The answer must consist of every line in the data below that holds the word "equal".

(Saved entries)
+ + + +

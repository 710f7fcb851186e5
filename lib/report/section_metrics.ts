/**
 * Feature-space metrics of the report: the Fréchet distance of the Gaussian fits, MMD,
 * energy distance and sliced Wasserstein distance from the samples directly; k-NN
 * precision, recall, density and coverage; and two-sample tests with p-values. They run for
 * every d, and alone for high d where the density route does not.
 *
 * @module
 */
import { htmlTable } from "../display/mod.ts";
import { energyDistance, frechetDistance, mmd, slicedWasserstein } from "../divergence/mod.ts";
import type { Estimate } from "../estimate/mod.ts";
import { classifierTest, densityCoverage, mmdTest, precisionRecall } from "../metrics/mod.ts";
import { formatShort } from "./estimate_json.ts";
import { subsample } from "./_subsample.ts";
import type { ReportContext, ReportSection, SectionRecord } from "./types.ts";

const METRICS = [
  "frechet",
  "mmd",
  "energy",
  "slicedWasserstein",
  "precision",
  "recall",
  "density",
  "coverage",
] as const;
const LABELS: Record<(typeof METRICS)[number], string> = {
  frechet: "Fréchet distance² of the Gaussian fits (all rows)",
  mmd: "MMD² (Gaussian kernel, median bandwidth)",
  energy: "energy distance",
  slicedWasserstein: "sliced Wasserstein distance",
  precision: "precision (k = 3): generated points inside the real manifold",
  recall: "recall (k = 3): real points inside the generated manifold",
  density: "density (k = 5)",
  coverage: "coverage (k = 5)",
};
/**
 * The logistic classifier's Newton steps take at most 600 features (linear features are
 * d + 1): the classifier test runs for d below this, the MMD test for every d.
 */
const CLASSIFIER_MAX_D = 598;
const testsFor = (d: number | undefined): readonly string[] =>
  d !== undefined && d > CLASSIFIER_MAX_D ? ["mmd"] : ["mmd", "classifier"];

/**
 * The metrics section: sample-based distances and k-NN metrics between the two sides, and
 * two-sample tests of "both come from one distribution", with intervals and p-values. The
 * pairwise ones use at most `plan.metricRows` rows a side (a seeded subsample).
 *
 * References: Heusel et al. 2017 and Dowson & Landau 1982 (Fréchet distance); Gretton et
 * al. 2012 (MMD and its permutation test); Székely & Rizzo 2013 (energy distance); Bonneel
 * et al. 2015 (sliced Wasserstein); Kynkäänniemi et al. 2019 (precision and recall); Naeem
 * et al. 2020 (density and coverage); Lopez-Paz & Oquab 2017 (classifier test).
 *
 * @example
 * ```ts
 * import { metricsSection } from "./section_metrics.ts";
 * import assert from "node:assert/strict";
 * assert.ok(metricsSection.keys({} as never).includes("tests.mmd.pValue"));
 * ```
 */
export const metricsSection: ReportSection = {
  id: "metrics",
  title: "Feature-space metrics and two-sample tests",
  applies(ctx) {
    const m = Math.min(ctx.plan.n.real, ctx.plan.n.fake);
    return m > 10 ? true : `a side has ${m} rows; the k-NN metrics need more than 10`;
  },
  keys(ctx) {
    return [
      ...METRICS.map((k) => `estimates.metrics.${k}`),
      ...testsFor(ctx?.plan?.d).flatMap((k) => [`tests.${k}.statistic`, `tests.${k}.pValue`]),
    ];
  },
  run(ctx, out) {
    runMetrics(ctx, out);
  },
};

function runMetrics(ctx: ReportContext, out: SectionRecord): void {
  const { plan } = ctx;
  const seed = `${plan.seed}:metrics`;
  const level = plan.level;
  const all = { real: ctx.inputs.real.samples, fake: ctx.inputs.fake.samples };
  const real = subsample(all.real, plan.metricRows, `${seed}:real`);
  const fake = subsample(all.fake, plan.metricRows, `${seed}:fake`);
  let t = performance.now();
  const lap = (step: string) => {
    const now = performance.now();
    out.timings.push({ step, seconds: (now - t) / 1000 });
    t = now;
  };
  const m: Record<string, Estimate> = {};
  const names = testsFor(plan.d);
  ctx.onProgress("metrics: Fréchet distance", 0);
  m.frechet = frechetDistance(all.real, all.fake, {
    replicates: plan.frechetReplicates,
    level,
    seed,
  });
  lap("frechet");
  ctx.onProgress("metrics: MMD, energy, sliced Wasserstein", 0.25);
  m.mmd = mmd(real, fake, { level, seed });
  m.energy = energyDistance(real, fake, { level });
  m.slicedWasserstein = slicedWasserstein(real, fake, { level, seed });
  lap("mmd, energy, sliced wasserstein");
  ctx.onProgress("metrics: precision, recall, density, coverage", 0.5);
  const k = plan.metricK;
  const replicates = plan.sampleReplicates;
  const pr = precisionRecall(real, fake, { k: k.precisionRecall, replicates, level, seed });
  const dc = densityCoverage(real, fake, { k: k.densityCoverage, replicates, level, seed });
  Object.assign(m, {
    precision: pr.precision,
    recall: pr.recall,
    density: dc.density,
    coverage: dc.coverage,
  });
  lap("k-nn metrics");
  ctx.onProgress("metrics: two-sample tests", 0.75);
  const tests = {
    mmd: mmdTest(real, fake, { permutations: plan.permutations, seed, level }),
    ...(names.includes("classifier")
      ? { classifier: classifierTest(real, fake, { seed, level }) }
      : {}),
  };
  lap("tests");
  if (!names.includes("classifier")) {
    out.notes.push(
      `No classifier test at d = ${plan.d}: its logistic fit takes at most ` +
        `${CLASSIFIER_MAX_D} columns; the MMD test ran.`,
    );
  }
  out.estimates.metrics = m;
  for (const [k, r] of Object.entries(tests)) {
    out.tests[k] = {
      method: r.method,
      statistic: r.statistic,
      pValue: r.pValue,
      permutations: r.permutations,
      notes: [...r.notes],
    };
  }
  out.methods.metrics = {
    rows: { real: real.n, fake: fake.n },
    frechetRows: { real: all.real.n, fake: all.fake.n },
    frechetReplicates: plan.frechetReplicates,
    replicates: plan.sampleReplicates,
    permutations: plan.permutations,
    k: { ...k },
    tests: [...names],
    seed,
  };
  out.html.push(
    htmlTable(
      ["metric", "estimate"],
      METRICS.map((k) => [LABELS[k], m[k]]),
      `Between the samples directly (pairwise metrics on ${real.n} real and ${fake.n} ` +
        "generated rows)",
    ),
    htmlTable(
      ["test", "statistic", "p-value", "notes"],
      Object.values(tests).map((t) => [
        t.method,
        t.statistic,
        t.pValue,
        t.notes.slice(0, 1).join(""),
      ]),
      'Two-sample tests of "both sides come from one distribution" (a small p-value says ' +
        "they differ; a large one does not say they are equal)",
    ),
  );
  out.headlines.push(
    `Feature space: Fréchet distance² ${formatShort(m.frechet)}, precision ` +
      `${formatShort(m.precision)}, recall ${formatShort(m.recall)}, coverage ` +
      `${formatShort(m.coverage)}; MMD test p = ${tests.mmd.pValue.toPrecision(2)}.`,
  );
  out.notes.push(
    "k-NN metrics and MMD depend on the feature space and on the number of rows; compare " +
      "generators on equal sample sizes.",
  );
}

+ + + +

Task response >>
        "they differ; a large one does not say they are equal)",
      "generators on equal sample sizes.",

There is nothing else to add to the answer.